*EXERCISE OBJECTIVE*.
Take the data below and filter it for lines containing the word "IntakeAction"; show each line found.

= Beginning of Section =

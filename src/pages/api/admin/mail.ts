import type { APIRoute } from 'astro';
import { db } from '../../../lib/db';
import { requireRole } from '../../../lib/auth/guard';
import { listCaptured } from '../../../lib/mail/captured';

export const prerender = false;

/** GET /api/admin/mail (admin) → `{ messages }`, newest first: what the demo mail server caught. */
export const GET: APIRoute = async (context) => {
  const { response } = requireRole(context, 'admin');
  if (response) return response;
  return Response.json({ messages: await listCaptured(db()) }, { headers: { 'Cache-Control': 'no-store' } });
};
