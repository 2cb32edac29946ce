import type { APIRoute } from 'astro';
import { db } from '../../../lib/db';
import { requireRole } from '../../../lib/auth/guard';
import { listPeople } from '../../../lib/auth/people';

export const prerender = false;

/** GET /api/admin/people (admin) → `{ people: Person[] }`. */
export const GET: APIRoute = async (context) => {
  const { response } = requireRole(context, 'admin');
  if (response) return response;
  return Response.json({ people: await listPeople(db()) }, { headers: { 'Cache-Control': 'no-store' } });
};
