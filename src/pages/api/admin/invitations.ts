import type { APIRoute } from 'astro';
import { db } from '../../../lib/db';
import { getAuth } from '../../../lib/auth/auth';
import { invitePerson } from '../../../lib/auth/admin-actions';
import { requireRole } from '../../../lib/auth/guard';
import { jsonError, readBody } from '../../../lib/auth/http';
import { invitationRequestSchema } from '../../../lib/auth/invitations';

export const prerender = false;

/** POST /api/admin/invitations (admin) with `{ email, name, role }` → 201 `{ person }`; the link goes out by e-mail. */
export const POST: APIRoute = async (context) => {
  const { user, response } = requireRole(context, 'admin');
  if (response) return response;
  const body = await readBody(context.request, invitationRequestSchema);
  if (body.response) return body.response;
  const result = await invitePerson(getAuth(), db(), body.data, user);
  if (result.error) return jsonError(result.error.status, result.error.code, result.error.message, result.error.field);
  return Response.json({ person: result.person }, { status: 201 });
};
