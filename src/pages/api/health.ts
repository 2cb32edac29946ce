import type { APIRoute } from 'astro';
import { bundledMigrations, db } from '../../lib/db';
import { checkDatabase } from '../../lib/db/health';
import { APP_VERSION } from '../../lib/version';

/** Liveness and readiness: 200 when the database answers and no migration is pending, else 503. */
export const GET: APIRoute = async () => {
  let database;
  try {
    database = await checkDatabase(db(), bundledMigrations);
  } catch (err) {
    database = { reachable: false, migrationsCurrent: false, pendingMigrations: [], error: String(err) };
  }
  const ok = database.reachable && database.migrationsCurrent;
  return Response.json(
    { status: ok ? 'ok' : 'unavailable', version: APP_VERSION, database },
    { status: ok ? 200 : 503, headers: { 'Cache-Control': 'no-store' } },
  );
};
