"""What-if requests are checked once, at the door, with a short message naming the action and the key."""

from __future__ import annotations

import pytest

from monitor.scenarios.request import (
    MAX_HORIZON_DAYS,
    FlowAction,
    IntakeAction,
    LoadAction,
    RequestError,
    parse_action_text,
    parse_request,
)
from tests.monitor.scenarios.wrenfield import wrenfield_config

RELEASE = {"kind": "release", "basin": "upper-arm", "flow_m3s": 2, "from_day": 1, "days": 3}


@pytest.fixture
def wb(tmp_path):
    return wrenfield_config(tmp_path).water_body("wrenfield")


def test_text_actions_of_the_command_line_become_the_api_mapping():
    assert parse_action_text("release basin=upper-arm flow_m3s=2 from_day=1 days=3") == {
        "kind": "release", "basin": "upper-arm", "flow_m3s": "2", "from_day": "1", "days": "3"}
    assert parse_action_text("intake basin='lower-basin'") == {"kind": "intake", "basin": "lower-basin"}


@pytest.mark.parametrize(("text", "message"), [
    ("", "an action needs a kind"),
    ("release basin", "expected key=value, got 'basin'"),
    ("release basin=a basin=b", "basin given twice"),
])
def test_malformed_text_actions_are_refused(text, message):
    with pytest.raises(RequestError, match=message):
        parse_action_text(text)


def test_a_valid_request_is_parsed_with_units_and_the_water_bodys_horizon(wb):
    req = parse_request({"actions": [
        RELEASE,
        {"kind": "transfer", "basin": "lower-basin", "flow_m3s": "1.5", "from_day": "2", "days": "1",
         "nitrogen_ugL": "300", "phosphorus_ugL": 4, "temperature_C": ""},
        {"kind": "load", "inflow": "wren-brook", "from_day": 1, "phosphorus_pct": -50},
        {"kind": "intake", "basin": "upper-arm"}]}, wb)
    assert req.horizon_days == wb.alerts.horizon_days == 5
    assert req.members is None
    assert req.actions == (FlowAction("release", "upper-arm", 2.0, 1, 3.0),
                           FlowAction("transfer", "lower-basin", 1.5, 2, 1.0, 300.0, 4.0, None),
                           LoadAction("wren-brook", 1, 0.0, -50.0), IntakeAction("upper-arm"))
    assert req.intake == IntakeAction("upper-arm")
    # the request's own mapping parses back to the same request (the page's address, the API body)
    assert parse_request(req.as_dict(), wb) == req


@pytest.mark.parametrize(("data", "message"), [
    ({"actions": []}, "actions must be a list of one or more actions"),
    ({"actions": [RELEASE], "when": 1}, "unknown key 'when'"),
    ({"actions": [RELEASE], "horizon_days": MAX_HORIZON_DAYS + 1}, "horizon_days must be a whole number from 1 to 14"),
    ({"actions": [RELEASE], "members": 1000}, "members must be a whole number from 2 to 100"),
    ({"actions": [RELEASE] * 11}, "at most 10 actions"),
    ({"actions": [{"kind": "flush"}]}, r"action 1: kind must be one of release, transfer, load, intake; got 'flush'"),
    ({"actions": [{**RELEASE, "flow": 2}]}, r"action 1 \(release\): unknown key 'flow'"),
    ({"actions": [{**RELEASE, "days": None}]}, r"action 1 \(release\): days is missing"),
    ({"actions": [{**RELEASE, "basin": "dam"}]}, "basin must be one of the basins upper-arm, lower-basin; got 'dam'"),
    ({"actions": [{**RELEASE, "flow_m3s": "lots"}]}, "flow_m3s must be a number, got 'lots'"),
    ({"actions": [{**RELEASE, "flow_m3s": 0}]}, "flow_m3s must be more than 0 m³/s"),
    ({"actions": [{**RELEASE, "flow_m3s": "nan"}]}, "flow_m3s must be a finite number"),
    ({"actions": [{**RELEASE, "from_day": 6}]}, "from_day must be a whole number from 1 to 5"),
    ({"actions": [{**RELEASE, "from_day": 1.5}]}, "from_day must be a whole number"),
    ({"actions": [{**RELEASE, "from_day": 4, "days": 3}]}, "from day 4, at most 2 \\(the horizon is 5 days\\)"),
    # 2e6 m³ exchanged in 6 hours is 92.6 m³/s
    ({"actions": [{**RELEASE, "flow_m3s": 100}]}, "would exchange Upper Arm in less than 6 hours.*at most 93 m³/s"),
    ({"actions": [{"kind": "release", "basin": "lower-basin", "flow_m3s": 100, "from_day": 1, "days": 1}]},
     "would exchange Upper Arm"),
    ({"actions": [{"kind": "transfer", "basin": "lower-basin", "flow_m3s": 1, "from_day": 1, "days": 1,
                   "nitrogen_ugL": -1, "phosphorus_ugL": 1}]}, "nitrogen_ugL must be 0 or more"),
    ({"actions": [{"kind": "transfer", "basin": "lower-basin", "flow_m3s": 1, "from_day": 1, "days": 1,
                   "nitrogen_ugL": 1, "phosphorus_ugL": 1, "temperature_C": 55}]}, "temperature_C must be from 0 to 40"),
    ({"actions": [{"kind": "load", "inflow": "wren-brook", "from_day": 1, "phosphorus_pct": -150}]},
     "phosphorus_pct must be from -100 to 1000 %"),
    ({"actions": [{"kind": "load", "inflow": "tarn", "from_day": 1}]}, "inflow must be one of the inflows wren-brook"),
    ({"actions": [{"kind": "intake", "basin": "upper-arm"}, {"kind": "intake", "basin": "lower-basin"}]},
     "at most one intake action"),
    (["release"], "a what-if request is an object"),
])
def test_bad_requests_are_refused_with_a_message_naming_the_problem(wb, data, message):
    with pytest.raises(RequestError, match=message):
        parse_request(data, wb)


def test_release_through_a_basin_no_inflow_feeds_is_refused(tmp_path):
    config = wrenfield_config(tmp_path)
    wb = config.water_body("wrenfield")
    dry = type(wb)(**{**wb.__dict__, "inflows": ()})
    with pytest.raises(RequestError, match="no inflow feeds upper-arm, so no water can be released"):
        parse_request({"actions": [RELEASE]}, dry)


def test_an_intake_move_is_refused_for_a_recreational_water(tmp_path):
    config = wrenfield_config(tmp_path)
    wb = config.water_body("wrenfield")
    lake = type(wb)(**{**wb.__dict__, "use": "recreation"})
    with pytest.raises(RequestError, match="Wrenfield Water is a recreation water body and has no drinking-water"):
        parse_request({"actions": [{"kind": "intake", "basin": "upper-arm"}]}, lake)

= End of Section =

*RESPONSE TO THIS TASK*.
    IntakeAction,
                           LoadAction("wren-brook", 1, 0.0, -50.0), IntakeAction("upper-arm"))
    assert req.intake == IntakeAction("upper-arm")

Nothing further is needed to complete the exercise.